As described above, the laser length-measuring device 6 can obtain an output only at the focal position on the object side, so that the Z-axis with high precision can be obtained.
Axial length measurement accuracy can be obtained, and a wide measurement range can be obtained by moving the laser length measuring device 6 in the Z axis direction by the Z stage 4. Therefore, the three-dimensional shape of the target object 3 is highly accurately measured by measuring the plane shape of the target object 3 by the measuring device main body using image processing and measuring the height of the target object 3 by the laser length measuring device 6. It can be measured.

Of course, the measuring instrument main body may be for two-dimensional measurement without the function of measuring the dimension in the Z-axis direction.

[0020]

According to the three-dimensional measuring apparatus of the present invention, the plane shape of the object can be measured with high accuracy by the main body of the three-dimensional measuring apparatus using image processing, and the object can be measured by the laser length measuring device. The height of an object can be detected with high accuracy. Therefore, the dimension in the plane of the object (planar shape) and the dimension in the vertical direction (height of the object) can be detected with high accuracy.

Further, there is an advantage that the measuring range is wide and it is hardly affected by the shape of the object to be measured.

[Brief description of drawings]

FIG. 1 is a schematic configuration diagram showing a three-dimensional measuring apparatus according to an embodiment of the present invention.

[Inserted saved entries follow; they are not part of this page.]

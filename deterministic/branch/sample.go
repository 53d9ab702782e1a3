package branch

import (
	"context"
	"math"

	"holdfast/deterministic"
	"holdfast/model"
)

// sample is the states found at one setting of the knob.
type sample struct {
	value  float64
	states []deterministic.State
	high   []float64
}

// settings lists the values of the knob to look for states at: today's first, then
// the given number over the range, ends included, evenly spaced or, where the
// range spans more than a decade, evenly in the logarithm.
func settings(k Knob, today float64, count int) []float64 {
	out := []float64{today}
	for i := range count {
		share := float64(i) / float64(count-1)
		v := k.Low + share*(k.High-k.Low)
		if k.Low > 0 && k.High > 10*k.Low {
			v = k.Low * math.Pow(k.High/k.Low, share)
		}
		switch i {
		case 0:
			v = k.Low
		case count - 1:
			v = k.High
		}
		if v != today {
			out = append(out, v)
		}
	}
	return out
}

// survey finds the states at one setting. A network without states there, or one
// that cannot be bound there, gives none and says why in last.
func survey(ctx context.Context, n *model.Network, k Knob, v float64) (s sample, last error) {
	s.value = v
	bound := n
	if v != k.Today(n) {
		var ok bool
		if bound, ok = rebind(n, k, v); !ok {
			return s, nil
		}
	}
	m, err := deterministic.Survey(ctx, bound, deterministic.Options{})
	if m == nil {
		return s, err
	}
	for _, st := range m.States {
		if st.Kind != deterministic.Declared {
			s.states = append(s.states, st)
		}
	}
	s.high = m.High
	return s, nil
}

// surveyAll looks at every setting. Only a cancelled context, or no state anywhere,
// is an error.
func surveyAll(ctx context.Context, n *model.Network, k Knob, values []float64) ([]sample, error) {
	var out []sample
	found := 0
	var last error
	for _, v := range values {
		s, err := survey(ctx, n, k, v)
		if ctx.Err() != nil {
			return nil, ctx.Err()
		}
		if err != nil {
			last = err
		}
		found += len(s.states)
		out = append(out, s)
	}
	if found == 0 {
		return nil, &NoStateError{k.Name, k.Low, k.High, last}
	}
	return out, nil
}

// boxOf gives the edges of the box that holds the samples' boxes, with room, and
// the floors of the amounts in it.
func boxOf(samples []sample, n int) (high, floor []float64) {
	const room = 10
	high = make([]float64, n)
	var states [][]float64
	for _, s := range samples {
		for i, h := range s.high {
			high[i] = max(high[i], room*h)
		}
		for _, st := range s.states {
			states = append(states, st.Amounts)
		}
	}
	floor = floors(states, n)
	for i := range floor {
		if math.IsNaN(floor[i]) {
			floor[i] = 1e-6 * high[i]
		}
		if floor[i] == 0 {
			floor[i] = 1e-6
		}
	}
	return high, floor
}
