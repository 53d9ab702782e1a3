package branch

import (
	"context"
	"fmt"
	"math"
	"math/rand/v2"
	"testing"

	"holdfast/deterministic"
	"holdfast/model"
)

// randomGenes is a network of genes that switch each other on or off by Hill laws
// with random constants; the first, "turn", is the first gene's drive, the second, "half", the
// half-amount of what drives it.
func randomGenes(t testing.TB, r *rand.Rand) *model.Network {
	t.Helper()
	s := newSketch(50)
	count := 1 + r.IntN(3)
	var genes []*model.Node
	for i := range count {
		genes = append(genes, s.species(fmt.Sprintf("x%d", i), 0))
	}
	for i, x := range genes {
		drive := num(1 + 4*r.Float64())
		if i == 0 {
			drive = s.constant("turn", 2)
		}
		op := model.OpHill
		if count > 1 && r.IntN(2) == 0 {
			op = model.OpHillFall
		}
		by := genes[(i+1)%count]
		half := num(0.5 + r.Float64())
		if i == 0 {
			half = s.constant("half", half.Value)
		}
		law := model.Call(op, by, half, num(float64(2+r.IntN(3))))
		if r.IntN(3) == 0 { // and itself too
			law = plus(law, model.Call(model.OpHill, x, num(0.5+2*r.Float64()), num(4)))
		}
		s.law("make", plus(num(0.2*r.Float64()), model.Call(model.OpMul, drive, law)), nil, turn{x})
		s.massAction(num(0.5+r.Float64()), turn{x}, nil, nil)
	}
	return s.network(t)
}

// statesAt gives the branches' states at a setting, by interpolation between the
// points on either side of it.
func statesAt(d *Diagram, v float64) [][]float64 {
	var out [][]float64
	for _, b := range d.Branches {
		for i := 1; i < len(b.Points); i++ {
			p, q := b.Points[i-1], b.Points[i]
			if (p.Knob < v) == (q.Knob < v) {
				continue
			}
			share := (v - p.Knob) / (q.Knob - p.Knob)
			x := make([]float64, len(p.Amounts))
			for j := range x {
				x[j] = p.Amounts[j] + share*(q.Amounts[j]-p.Amounts[j])
			}
			out = append(out, x)
		}
	}
	return out
}

// At settings that were not sampled, the branches hold just the states that a
// survey finds there, unless one lies within 1 % of a fold, where two are nearly one.
func TestBranchesHoldTheStatesBetweenSamples(t *testing.T) {
	const seed, networks = 5, 8
	r := rand.New(rand.NewPCG(seed, 0))
	compared := 0
	for k := range networks {
		n := randomGenes(t, r)
		d := follow(t, n, "turn", 0.1, 10)
		for _, v := range []float64{0.7, 3.3, 6.1} {
			if nearMark(d, v) {
				continue
			}
			bound, ok := rebind(n, d.Knob, v)
			if !ok {
				t.Fatal("cannot be bound")
			}
			m, _ := deterministic.Survey(context.Background(), bound, deterministic.Options{})
			if m == nil { // no stable state: an oscillator, beyond a Hopf point
				continue
			}
			compared++
			compareStates(t, fmt.Sprintf("network %d at %v", k, v), statesAt(d, v), m)
		}
	}
	if compared < networks {
		t.Errorf("%d settings compared only", compared)
	}
}

func nearMark(d *Diagram, v float64) bool {
	for _, b := range d.Branches {
		for _, m := range b.Marks {
			if !m.Kind.Ends() && math.Abs(m.Knob-v) < 0.01*v {
				return true
			}
		}
	}
	return false
}

func compareStates(t *testing.T, what string, got [][]float64, m *deterministic.Map) {
	t.Helper()
	if len(got) != len(m.States) {
		t.Errorf("%s: the branches hold %d states %.4g, the survey finds %d", what, len(got), got, len(m.States))
		return
	}
	for _, s := range m.States {
		best := math.Inf(1)
		for _, x := range got {
			worst := 0.0
			for i, v := range x {
				worst = max(worst, math.Abs(v-s.Amounts[i])/(s.Amounts[i]+1e-3*m.High[i]))
			}
			best = min(best, worst)
		}
		if best > 0.1 { // a chord of a step
			t.Errorf("%s: no branch passes %.4g, the nearest state is %.2g away", what, s.Amounts, best)
		}
	}
}

// At settings of the second knob that were not sampled, the fold curves hold just the
// folds that following the first knob finds there.
func TestFoldCurvesHoldTheFoldsBetweenSamples(t *testing.T) {
	const seed, networks = 8, 3
	r := rand.New(rand.NewPCG(seed, 0))
	compared := 0
	for k := range networks {
		n := randomGenes(t, r)
		d := foldCurves(t, n, "turn", 0.1, 10, "half", 0.3, 2)
		for _, v := range []float64{0.6, 1.33} {
			second := d.Second
			bound, ok := rebind(n, second, v)
			if !ok {
				t.Fatal("cannot be bound")
			}
			want := follow(t, bound, "turn", 0.1, 10).Folds()
			if nearCusp(d, v) {
				continue
			}
			got := foldsAt(d, v)
			compared += len(want)
			if len(got) != len(want) {
				t.Errorf("network %d: the curves have %d folds %.6g at %g, following finds %d: %v", k, len(got), got, v, len(want), knobsOf(want))
			}
			for _, m := range want {
				best := math.Inf(1)
				for _, x := range got {
					best = min(best, math.Abs(x-m.Knob)/m.Knob)
				}
				if len(got) == len(want) && best > 0.01 { // a chord of a step
					t.Errorf("network %d: no curve passes the fold at %g, %g", k, m.Knob, v)
				}
			}
		}
	}
	if compared < networks {
		t.Errorf("%d folds compared only", compared)
	}
}

// foldsAt gives the first knob where the curves have the second at v.
func foldsAt(d *FoldDiagram, v float64) []float64 {
	var out []float64
	for _, c := range d.Curves {
		for i := 1; i < len(c.Points); i++ {
			p, q := c.Points[i-1], c.Points[i]
			if (p.Second < v) != (q.Second < v) {
				out = append(out, p.First+(v-p.Second)/(q.Second-p.Second)*(q.First-p.First))
			}
		}
	}
	return out
}

// nearCusp tells whether a curve turns back in the second knob within 1 % of v: two
// folds are nearly one there.
func nearCusp(d *FoldDiagram, v float64) bool {
	for _, c := range d.Curves {
		for i := 1; i < len(c.Points)-1; i++ {
			p, q, r := c.Points[i-1].Second, c.Points[i].Second, c.Points[i+1].Second
			if (q-p)*(r-q) <= 0 && math.Abs(q-v) < 0.01*v {
				return true
			}
		}
	}
	return false
}

func knobsOf(list []Mark) []float64 {
	var out []float64
	for _, m := range list {
		out = append(out, m.Knob)
	}
	return out
}
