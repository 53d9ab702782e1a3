package branch

import (
	"math"
	"testing"

	"holdfast/internal/zoo"
)

// Points between those of a branch lie on it, up to the fold: x = (1 + √(1−4a²b²)) /
// (2ab) for the outer sink of the leakless latch (closed form, common practice). Its
// error near the fold is that of the knob over the root of the distance.
func TestRefinerOnTheLeaklessLatch(t *testing.T) {
	const b = 0.9
	n := zoo.LeaklessLatch(0.4, b, 100)
	d := follow(t, n, "a", 0.1, 2)
	m := one(t, d, Fold)
	r := NewRefiner(n, d)
	tried := 0
	for k := range d.Branches {
		points := d.Branches[k].Points
		for i := range len(points) - 1 {
			if !points[i].Stable && !points[i+1].Stable || points[i].Amounts[1] < 1 {
				continue
			}
			for _, share := range []float64{0.01, 0.5, 0.9, 0.9999} {
				a := points[i].Knob + share*(points[i+1].Knob-points[i].Knob)
				p, ok := r.Between(k, i, a)
				_, sink := zoo.LeaklessStates(a, b)
				if !ok || !p.Stable || p.Covariance == nil {
					t.Errorf("a = %v: no stable point", a)
					continue
				}
				tried++
				near(t, "sink", p.Amounts[1], sink, 1e-14*(1+sink/math.Sqrt(1-a/m.Knob)))
			}
		}
	}
	if tried < 40 {
		t.Errorf("%d points", tried)
	}
	if _, ok := r.Between(0, 0, 1.9); ok {
		t.Error("a value off the piece gave a point")
	}
}
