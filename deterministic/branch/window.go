package branch

import (
	"math"
	"slices"

	"holdfast/deterministic"
)

// window walks from a state of today to both sides.
func (b *builder) window(s deterministic.State, today float64) Window {
	w := Window{State: s.Name, Amounts: slices.Clone(s.Amounts), Branch: -1}
	a, ok, _ := b.place(s.Amounts, today)
	if !ok {
		lost := b.endMark(append(slices.Clone(s.Amounts), today), Lost, "")
		lost.Text = b.reason(s.Amounts, today)
		w.Low = End{*lost, math.NaN(), math.NaN()}
		w.High = w.Low
		return w
	}
	w.Branch = a.branch
	t := b.branches[a.branch]
	up := b.endOf(t, a.at, 1, today)
	down := b.endOf(t, a.at+1, -1, today)
	w.Low, w.High = down, up
	if t.spots[a.at].u[b.f.n] > t.spots[min(a.at+1, len(t.spots)-1)].u[b.f.n] {
		w.Low, w.High = up, down
	}
	return w
}

// next gives the spot after spot i in a walk, round and round on a closed branch; −1
// past the end.
func (t *traced) next(i, step int) int {
	i += step
	if n := len(t.spots) - 1; t.closed && n > 0 {
		return (i + n) % n // the last spot is the first again
	}
	if i < 0 || i >= len(t.spots) {
		return -1
	}
	return i
}

// endOf walks from spot i, itself left out, to where the stable state ends; once
// round at most.
func (b *builder) endOf(t traced, i, step int, today float64) End {
	last := i
	for range t.spots {
		j := t.next(last, step)
		if j < 0 {
			break
		}
		last = j
		s := &t.spots[j]
		if s.mark == nil && unstable(s.values) > 0 || s.mark != nil && b.stops(t, j, step) {
			break
		}
	}
	m := t.spots[last].mark
	if m == nil {
		m = b.endMark(t.spots[last].u, Lost, "")
	}
	e := End{Mark: *m, Knob: m.Knob, Distance: math.NaN()}
	if today != 0 {
		e.Distance = 100 * abs(m.Knob-today) / today
	}
	e.Mark.Index = last
	return e
}

// stops tells whether a stable state ends at the mark of spot j.
func (b *builder) stops(t traced, j, step int) bool {
	m := t.spots[j].mark
	if m.Turns || m.Kind.Ends() && m.Kind != Closed {
		return true
	}
	for range t.spots {
		if j = t.next(j, step); j < 0 {
			return true
		}
		if t.spots[j].mark == nil {
			return unstable(t.spots[j].values) > 0
		}
	}
	return true
}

FIG. 2 is a principle diagram of a confocal reflection type optical system.

FIG. 3 is a schematic perspective view showing the configuration of the above laser length measuring device.

FIG. 4 is a front view showing a dedicated Z-axis length measuring machine in a conventional three-dimensional measuring apparatus.

FIG. 5A is a perspective view showing a state in which a slit light is applied to an object, and FIG. 5B is a view showing a light pattern displayed on a monitor.

FIG. 6A is a front view showing a Z-axis length measuring dedicated machine in another conventional three-dimensional measuring apparatus, and FIG. 6B is a schematic view showing the internal structure thereof.

[Explanation of reference numerals] 3 object 4 Z stage 5 CCD camera for image processing 6 laser length measuring device 7 image processing operation unit

Continued Front Page (72) Inventor Kitanaka Orthodox, 10 Odoroncho, Hanazono, Ukyo-ku, Kyoto City Omron Corporation

Claims (1)

[Claims] 1. A measuring device body using image processing, a laser length measuring device using a confocal reflection type optical system, and an object-side focal position of the laser length measuring device scanning in a length measuring direction of the laser length measuring device. A three-dimensional measuring device including a means for causing the measurement.